Dataset entries
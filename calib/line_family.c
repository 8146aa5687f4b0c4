#include "calib/line_family.h"

#include <math.h>
#include <stdlib.h>
#include <string.h>

/* Wider than any line, so that what is left of a line after taking the local mean away is most of it. */
enum { background_radius_px = 12 };
static const int block_px = 4; /* along; the steepest line crosses one pixel in a block */
static const double least_period_px = 6.0;

static int by_value(const void *a, const void *b)
{
    double x = *(const double *)a, y = *(const double *)b;
    return (x > y) - (x < y);
}

static double quantile(double *values, size_t n, double q)
{
    qsort(values, n, sizeof *values, by_value);
    return n ? values[(size_t)(q * (double)(n - 1))] : 0.0;
}

/* Blocks along the lines, the running mean across taken away. */
static RfLinePlane flatten(const RfLinePlane *plane)
{
    RfLinePlane flat = {plane->along / block_px, plane->across, NULL};
    flat.v = g_new(float, (size_t)flat.along *(size_t)flat.across);
    g_autofree double *sums = g_new(double, (size_t)plane->across + 1);
    for (int b = 0; b < flat.along; b++) {
        float *row = flat.v + (size_t)b * (size_t)flat.across;
        sums[0] = 0.0;
        for (int c = 0; c < plane->across; c++) {
            double sum = 0.0;
            for (int k = 0; k < block_px; k++)
                sum += (double)plane->v[(size_t)(b * block_px + k) * (size_t)plane->across + (size_t)c];
            row[c] = (float)(sum / block_px);
            sums[c + 1] = sums[c] + (double)row[c];
        }
        for (int c = 0; c < plane->across; c++) {
            int from = MAX(0, c - background_radius_px),
                to = MIN(plane->across, c + background_radius_px + 1);
            row[c] -= (float)((sums[to] - sums[from]) / (to - from));
        }
    }
    return flat;
}

/* Droplets and specks count for no more than a line does. */
static void clip(RfLinePlane *flat)
{
    size_t n = (size_t)flat->along * (size_t)flat->across, step = MAX(1, n / 20000), m = 0;
    g_autofree double *sample = g_new(double, n / step + 1);
    for (size_t i = 0; i < n; i += step) sample[m++] = fabs((double)flat->v[i]);
    float most = (float)quantile(sample, m, 0.95);
    for (size_t i = 0; i < n; i++) flat->v[i] = CLAMP(flat->v[i], -most, most);
}

/* Mean along the slope for each place across; counts say how many blocks it has. */
typedef struct {
    int n;
    double *mean;
    int *count;
} Profile;

static void sum_along(const RfLinePlane *flat, double slope, Profile *profile)
{
    memset(profile->mean, 0, (size_t)profile->n * sizeof *profile->mean);
    memset(profile->count, 0, (size_t)profile->n * sizeof *profile->count);
    for (int b = 0; b < flat->along; b++) {
        const float *row = flat->v + (size_t)b * (size_t)flat->across;
        int shift = (int)lround(slope * block_px * (b - 0.5 * (flat->along - 1)));
        int from = MAX(0, shift), to = flat->across + MIN(0, shift);
        for (int c = from; c < to; c++) {
            profile->mean[c - shift] += (double)row[c];
            profile->count[c - shift]++;
        }
    }
    for (int c = 0; c < profile->n; c++)
        if (profile->count[c]) profile->mean[c] /= profile->count[c];
}

static bool is_counted(const RfLinePlane *flat, const Profile *profile, int c)
{
    return 4 * profile->count[c] >= flat->along;
}

/* Noise adds the same at every angle: count * mean^2 sums to it. */
static double energy(const RfLinePlane *flat, const Profile *profile)
{
    double sum = 0.0;
    for (int c = 0; c < profile->n; c++)
        if (is_counted(flat, profile, c)) sum += profile->count[c] * profile->mean[c] * profile->mean[c];
    return sum;
}

static double best_slope(const RfLinePlane *flat, Profile *profile, double from, double to, double step)
{
    double best = from, most = -1.0;
    int steps = (int)ceil((to - from) / step);
    for (int i = 0; i <= steps; i++) {
        double slope = from + i * step;
        sum_along(flat, slope, profile);
        double found = energy(flat, profile);
        if (found > most) {
            most = found;
            best = slope;
        }
    }
    return best;
}

typedef struct {
    double at_px, height;
} Peak;

/* Takes the running median away: a running mean has left a step on both sides of each line. */
static void level_profile(Profile *profile)
{
    g_autofree double *level = g_new(double, (size_t)profile->n);
    double window[2 * background_radius_px + 1];
    for (int c = 0; c < profile->n; c++) {
        int from = MAX(0, c - background_radius_px), to = MIN(profile->n, c + background_radius_px + 1);
        memcpy(window, profile->mean + from, (size_t)(to - from) * sizeof *window);
        level[c] = quantile(window, (size_t)(to - from), 0.5);
    }
    for (int c = 0; c < profile->n; c++) profile->mean[c] -= level[c];
}

/* Spread of the levelled profile between the lines, which are the smaller part. */
static double profile_noise(const RfLinePlane *flat, const Profile *profile)
{
    g_autofree double *values = g_new(double, (size_t)profile->n);
    size_t n = 0;
    for (int c = 0; c < profile->n; c++)
        if (is_counted(flat, profile, c)) values[n++] = fabs(profile->mean[c]);
    return 1.4826 * quantile(values, n, 0.5);
}

static double line_sign(const RfLinePlane *flat, const Profile *profile)
{
    double sum = 0.0;
    for (int c = 0; c < profile->n; c++)
        if (is_counted(flat, profile, c)) sum += pow(profile->mean[c], 3.0);
    return sum < 0.0 ? -1.0 : 1.0;
}

static bool is_peak(const double *p, int c, int n, double sign)
{
    for (int k = MAX(0, c - 2); k <= MIN(n - 1, c + 2); k++)
        if (sign * p[k] > sign * p[c] || (k < c && p[k] == p[c])) return false;
    return true;
}

static Peak refine_peak(const double *p, int c, double sign)
{
    double left = sign * p[c - 1], here = sign * p[c], right = sign * p[c + 1];
    double bend = left - 2.0 * here + right;
    return (Peak){c + (bend < 0.0 ? 0.5 * (left - right) / bend : 0.0), here};
}

static double third_highest(const GArray *peaks)
{
    g_autofree double *heights = g_new(double, peaks->len + 1);
    for (unsigned i = 0; i < peaks->len; i++) heights[i] = g_array_index(peaks, Peak, i).height;
    qsort(heights, peaks->len, sizeof *heights, by_value);
    return peaks->len >= 3 ? heights[peaks->len - 3] : 0.0;
}

static GArray *find_peaks(const RfLinePlane *flat, const Profile *profile, double sign)
{
    double noise = profile_noise(flat, profile);
    GArray *peaks = g_array_new(false, false, sizeof(Peak));
    for (int c = 1; c < profile->n - 1; c++) {
        if (!is_counted(flat, profile, c) || !is_peak(profile->mean, c, profile->n, sign)) continue;
        Peak peak = refine_peak(profile->mean, c, sign);
        if (peak.height > 5.0 * noise) g_array_append_val(peaks, peak);
    }
    /* two peaks may be something else than a line; the third is one, or lines are few */
    double least = 0.3 * third_highest(peaks);
    for (unsigned i = peaks->len; i-- > 0;)
        if (g_array_index(peaks, Peak, i).height < least) g_array_remove_index(peaks, i);
    return peaks;
}

typedef struct {
    double first_px, period_px;
    int lowest, highest;
    int score;
} Comb;

static double tolerance_px(double period_px)
{
    return MAX(1.5, 0.1 * period_px);
}

/* Straight line through the peaks that lie on whole multiples within `reach` of the pair it began with. */
static unsigned refit(const GArray *peaks, double centre_px, int reach, Comb *comb)
{
    double n = 0, sk = 0, ss = 0, skk = 0, sks = 0;
    comb->lowest = G_MAXINT;
    comb->highest = G_MININT;
    for (unsigned i = 0; i < peaks->len; i++) {
        double at = g_array_index(peaks, Peak, i).at_px;
        double k = round((at - comb->first_px) / comb->period_px);
        if (fabs(at - comb->first_px - k * comb->period_px) > tolerance_px(comb->period_px)) continue;
        if (fabs(at - centre_px) > reach * comb->period_px) continue;
        n += 1, sk += k, ss += at, skk += k * k, sks += k * at;
        comb->lowest = MIN(comb->lowest, (int)k);
        comb->highest = MAX(comb->highest, (int)k);
    }
    double spread = n * skk - sk * sk;
    if (spread > 0.0) {
        comb->period_px = (n * sks - sk * ss) / spread;
        comb->first_px = (ss - comb->period_px * sk) / n;
    }
    return (unsigned)n;
}

/* Peaks on the comb count for it; peaks beside it and empty teeth between, against it: half the period leaves teeth empty, twice
 * the period leaves peaks beside. */
static Comb grow_comb(const GArray *peaks, double from_px, double period_px)
{
    Comb comb = {from_px, period_px, 0, 0, G_MININT};
    unsigned on_comb = 0;
    for (int reach = 2; reach < 4000; reach *= 2) {
        on_comb = refit(peaks, from_px, reach, &comb);
        if (on_comb < 2 || comb.period_px < least_period_px) return comb;
    }
    int teeth = comb.highest - comb.lowest + 1;
    comb.score = (int)on_comb - (int)(peaks->len - on_comb) - (teeth - (int)on_comb);
    return comb;
}

static Comb best_comb(const GArray *peaks)
{
    Comb best = {0, 0, 0, 0, G_MININT};
    for (unsigned i = 0; i < peaks->len; i++)
        for (unsigned j = i + 1; j < MIN(peaks->len, i + 4); j++) {
            double from_px = g_array_index(peaks, Peak, i).at_px;
            double period_px = g_array_index(peaks, Peak, j).at_px - from_px;
            if (period_px < least_period_px) continue;
            Comb comb = grow_comb(peaks, from_px, period_px);
            if (comb.score > best.score) best = comb;
        }
    return best;
}

/* Leaves the levelled profile along the best slope. */
static double find_slope(const RfLinePlane *flat, double steepest, Profile *profile)
{
    double step = 3.0 / (block_px * flat->along); /* the ends are off by 0.75 px at most */
    double slope = best_slope(flat, profile, -steepest, steepest, step);
    slope = best_slope(flat, profile, slope - step, slope + step, step / 5.0);
    sum_along(flat, slope, profile);
    level_profile(profile);
    return slope;
}

unsigned rf_line_family_find(const RfLinePlane *plane, double steepest, RfLineComb *out)
{
    RfLinePlane flat = flatten(plane);
    Profile profile = {plane->across, g_new0(double, (size_t)plane->across),
                       g_new0(int, (size_t)plane->across)};
    clip(&flat);
    double slope = find_slope(&flat, steepest, &profile);
    double sign = line_sign(&flat, &profile);
    g_autoptr(GArray) peaks = find_peaks(&flat, &profile, sign);
    Comb comb = best_comb(peaks);
    *out = (RfLineComb){.first_px = comb.first_px,
                        .period_px = comb.period_px,
                        .slope = slope,
                        .middle_px = 0.5 * (flat.along * block_px - 1),
                        .is_dark = sign < 0.0};
    g_free(flat.v);
    g_free(profile.mean);
    g_free(profile.count);
    return peaks->len < 2 || comb.score == G_MININT ? MIN(peaks->len, 1) : peaks->len;
}
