/* One family of nearly parallel ruled lines in a picture: angle, period and phase to about a pixel. Not for locating lines
 * (line_pieces.h), nor for metres.
 *
 * Everything is in a plane turned so that lines run along its first axis: `along` and `across` are stored pixels, x and y of the
 * picture for horizontal lines, y and x for vertical ones. */
#pragma once

#include <glib.h>
#include <stdbool.h>

typedef struct {
    int along, across; /* size */
    float *v;          /* v[a * across + c] */
} RfLinePlane;

/* Where the lines are expected once the family is known: across = first + index * period + slope * (along - middle). */
typedef struct {
    double first_px, period_px, slope, middle_px;
    bool is_dark;
} RfLineComb;

/* Angle, period and phase from sums along the lines; slopes up to `steepest`. Returns the number of lines seen: with fewer than 2
 * the comb has no period. */
unsigned rf_line_family_find(const RfLinePlane *plane, double steepest, RfLineComb *comb);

* **Problem statement**: Your answer should consist solely of the lines above from the line with "g_free(flat.v);" to the line with "for locating lines", both included, reproduced exactly.

* **Response to the task**:
    g_free(flat.v);
    g_free(profile.mean);
    g_free(profile.count);
    return peaks->len < 2 || comb.score == G_MININT ? MIN(peaks->len, 1) : peaks->len;
}
/* One family of nearly parallel ruled lines in a picture: angle, period and phase to about a pixel. Not for locating lines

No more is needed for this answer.